====== Exercise data
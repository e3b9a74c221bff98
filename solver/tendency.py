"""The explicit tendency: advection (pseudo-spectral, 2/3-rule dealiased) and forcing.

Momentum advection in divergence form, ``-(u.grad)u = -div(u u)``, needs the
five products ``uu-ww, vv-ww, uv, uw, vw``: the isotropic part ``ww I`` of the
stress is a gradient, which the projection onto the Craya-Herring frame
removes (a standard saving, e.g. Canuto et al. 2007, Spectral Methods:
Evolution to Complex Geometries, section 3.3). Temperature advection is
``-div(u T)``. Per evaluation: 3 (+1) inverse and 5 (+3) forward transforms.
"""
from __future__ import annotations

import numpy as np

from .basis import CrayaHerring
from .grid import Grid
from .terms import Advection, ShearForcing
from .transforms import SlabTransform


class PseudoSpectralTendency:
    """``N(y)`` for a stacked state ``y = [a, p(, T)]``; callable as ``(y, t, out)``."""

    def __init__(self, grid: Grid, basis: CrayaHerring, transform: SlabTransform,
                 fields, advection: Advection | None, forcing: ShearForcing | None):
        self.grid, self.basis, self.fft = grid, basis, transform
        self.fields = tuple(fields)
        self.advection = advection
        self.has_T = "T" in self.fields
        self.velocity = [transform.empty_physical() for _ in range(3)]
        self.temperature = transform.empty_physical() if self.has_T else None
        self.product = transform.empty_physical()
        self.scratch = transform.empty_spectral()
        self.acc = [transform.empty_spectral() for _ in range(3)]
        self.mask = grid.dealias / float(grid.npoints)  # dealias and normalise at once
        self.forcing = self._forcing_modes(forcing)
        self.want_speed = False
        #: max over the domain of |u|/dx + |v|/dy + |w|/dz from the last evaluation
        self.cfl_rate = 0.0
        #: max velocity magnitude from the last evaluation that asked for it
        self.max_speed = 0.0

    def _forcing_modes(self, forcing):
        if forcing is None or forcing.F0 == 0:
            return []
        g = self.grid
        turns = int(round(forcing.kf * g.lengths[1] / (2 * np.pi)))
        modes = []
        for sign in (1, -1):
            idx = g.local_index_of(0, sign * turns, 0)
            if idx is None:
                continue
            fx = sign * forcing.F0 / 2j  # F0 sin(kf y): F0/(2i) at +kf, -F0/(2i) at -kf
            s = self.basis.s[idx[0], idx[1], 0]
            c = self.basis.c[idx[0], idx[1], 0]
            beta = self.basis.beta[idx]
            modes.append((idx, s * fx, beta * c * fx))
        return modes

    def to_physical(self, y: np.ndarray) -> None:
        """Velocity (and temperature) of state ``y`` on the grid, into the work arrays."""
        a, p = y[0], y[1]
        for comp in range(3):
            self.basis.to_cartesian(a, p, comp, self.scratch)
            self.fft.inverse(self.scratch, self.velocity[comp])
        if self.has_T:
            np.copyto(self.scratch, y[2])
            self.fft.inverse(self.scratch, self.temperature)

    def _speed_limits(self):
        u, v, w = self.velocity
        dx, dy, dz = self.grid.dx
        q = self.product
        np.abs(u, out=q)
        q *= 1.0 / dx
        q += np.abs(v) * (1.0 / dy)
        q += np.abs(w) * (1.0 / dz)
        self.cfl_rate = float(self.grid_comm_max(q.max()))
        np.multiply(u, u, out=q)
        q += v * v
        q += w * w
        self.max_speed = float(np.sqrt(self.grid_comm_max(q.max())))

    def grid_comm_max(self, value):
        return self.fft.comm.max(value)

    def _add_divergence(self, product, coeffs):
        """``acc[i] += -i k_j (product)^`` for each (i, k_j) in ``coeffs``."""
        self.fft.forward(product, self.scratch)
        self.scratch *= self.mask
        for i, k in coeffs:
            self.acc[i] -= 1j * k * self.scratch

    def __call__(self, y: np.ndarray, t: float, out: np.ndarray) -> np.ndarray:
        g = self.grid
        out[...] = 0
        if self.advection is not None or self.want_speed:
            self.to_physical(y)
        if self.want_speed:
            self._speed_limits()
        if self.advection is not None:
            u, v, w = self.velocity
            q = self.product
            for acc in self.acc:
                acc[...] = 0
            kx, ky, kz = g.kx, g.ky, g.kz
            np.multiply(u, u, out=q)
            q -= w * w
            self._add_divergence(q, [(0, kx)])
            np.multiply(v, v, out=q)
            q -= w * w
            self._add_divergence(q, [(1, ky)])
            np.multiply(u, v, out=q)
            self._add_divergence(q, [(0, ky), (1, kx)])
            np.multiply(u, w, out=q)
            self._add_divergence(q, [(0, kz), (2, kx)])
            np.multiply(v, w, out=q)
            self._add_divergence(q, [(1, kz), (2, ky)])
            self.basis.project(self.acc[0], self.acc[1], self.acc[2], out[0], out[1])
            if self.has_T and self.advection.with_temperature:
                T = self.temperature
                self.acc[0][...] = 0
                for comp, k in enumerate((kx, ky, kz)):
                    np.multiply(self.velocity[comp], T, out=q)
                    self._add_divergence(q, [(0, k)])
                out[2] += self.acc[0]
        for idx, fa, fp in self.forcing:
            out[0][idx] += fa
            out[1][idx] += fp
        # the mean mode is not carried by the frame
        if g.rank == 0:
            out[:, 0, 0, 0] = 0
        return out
============
====== Exercise data
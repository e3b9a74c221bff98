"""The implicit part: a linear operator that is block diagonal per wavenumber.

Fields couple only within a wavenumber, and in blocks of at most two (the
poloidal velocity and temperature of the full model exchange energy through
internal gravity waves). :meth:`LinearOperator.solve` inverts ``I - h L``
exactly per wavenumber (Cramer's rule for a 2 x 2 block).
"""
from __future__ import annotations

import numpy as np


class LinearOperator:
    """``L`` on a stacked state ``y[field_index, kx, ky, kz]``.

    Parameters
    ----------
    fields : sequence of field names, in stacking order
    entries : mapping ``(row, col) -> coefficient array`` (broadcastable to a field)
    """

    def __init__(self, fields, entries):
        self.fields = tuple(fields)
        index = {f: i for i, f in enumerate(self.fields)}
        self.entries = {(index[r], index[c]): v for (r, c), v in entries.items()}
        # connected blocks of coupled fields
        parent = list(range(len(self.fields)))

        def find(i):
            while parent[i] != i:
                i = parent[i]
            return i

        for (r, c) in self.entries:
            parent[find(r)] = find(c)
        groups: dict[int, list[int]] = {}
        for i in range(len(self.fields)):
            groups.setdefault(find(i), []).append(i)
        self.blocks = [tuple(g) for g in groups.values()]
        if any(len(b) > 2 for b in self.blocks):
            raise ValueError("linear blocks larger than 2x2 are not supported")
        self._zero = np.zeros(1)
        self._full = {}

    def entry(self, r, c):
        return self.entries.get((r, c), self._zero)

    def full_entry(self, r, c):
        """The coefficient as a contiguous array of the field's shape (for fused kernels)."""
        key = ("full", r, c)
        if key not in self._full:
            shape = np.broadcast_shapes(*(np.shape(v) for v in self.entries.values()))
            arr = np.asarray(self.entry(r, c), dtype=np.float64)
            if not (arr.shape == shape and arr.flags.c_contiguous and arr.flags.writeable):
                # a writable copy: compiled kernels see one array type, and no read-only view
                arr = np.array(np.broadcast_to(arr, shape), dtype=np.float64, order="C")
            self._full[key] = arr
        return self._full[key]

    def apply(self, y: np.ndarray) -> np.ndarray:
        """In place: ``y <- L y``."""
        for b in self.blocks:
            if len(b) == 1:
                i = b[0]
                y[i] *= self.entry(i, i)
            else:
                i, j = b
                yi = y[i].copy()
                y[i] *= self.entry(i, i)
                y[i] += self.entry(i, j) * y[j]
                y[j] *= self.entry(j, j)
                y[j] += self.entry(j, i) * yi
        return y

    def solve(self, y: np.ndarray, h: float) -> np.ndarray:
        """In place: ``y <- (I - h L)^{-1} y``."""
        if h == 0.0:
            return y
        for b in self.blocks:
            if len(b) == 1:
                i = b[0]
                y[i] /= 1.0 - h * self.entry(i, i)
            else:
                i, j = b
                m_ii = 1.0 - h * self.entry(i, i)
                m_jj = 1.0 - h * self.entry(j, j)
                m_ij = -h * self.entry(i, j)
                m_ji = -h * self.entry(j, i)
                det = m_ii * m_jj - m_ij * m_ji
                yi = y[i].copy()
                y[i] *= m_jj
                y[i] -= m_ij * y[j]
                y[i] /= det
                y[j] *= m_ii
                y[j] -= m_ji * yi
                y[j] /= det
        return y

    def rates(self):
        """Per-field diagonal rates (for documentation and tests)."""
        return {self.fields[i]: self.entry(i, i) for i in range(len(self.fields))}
============
Beginning at the line above with "np.abs(u, out=q)" and finishing at the line with "self._add_divergence(q, [(0, kz), (2, kx)])", return each line exactly and return nothing else.

Answer to this exercise:
        np.abs(u, out=q)
        q *= 1.0 / dx
        q += np.abs(v) * (1.0 / dy)
        q += np.abs(w) * (1.0 / dz)
        self.cfl_rate = float(self.grid_comm_max(q.max()))
        np.multiply(u, u, out=q)
        q += v * v
        q += w * w
        self.max_speed = float(np.sqrt(self.grid_comm_max(q.max())))

    def grid_comm_max(self, value):
        return self.fft.comm.max(value)

    def _add_divergence(self, product, coeffs):
        """``acc[i] += -i k_j (product)^`` for each (i, k_j) in ``coeffs``."""
        self.fft.forward(product, self.scratch)
        self.scratch *= self.mask
        for i, k in coeffs:
            self.acc[i] -= 1j * k * self.scratch

    def __call__(self, y: np.ndarray, t: float, out: np.ndarray) -> np.ndarray:
        g = self.grid
        out[...] = 0
        if self.advection is not None or self.want_speed:
            self.to_physical(y)
        if self.want_speed:
            self._speed_limits()
        if self.advection is not None:
            u, v, w = self.velocity
            q = self.product
            for acc in self.acc:
                acc[...] = 0
            kx, ky, kz = g.kx, g.ky, g.kz
            np.multiply(u, u, out=q)
            q -= w * w
            self._add_divergence(q, [(0, kx)])
            np.multiply(v, v, out=q)
            q -= w * w
            self._add_divergence(q, [(1, ky)])
            np.multiply(u, v, out=q)
            self._add_divergence(q, [(0, ky), (1, kx)])
            np.multiply(u, w, out=q)
            self._add_divergence(q, [(0, kz), (2, kx)])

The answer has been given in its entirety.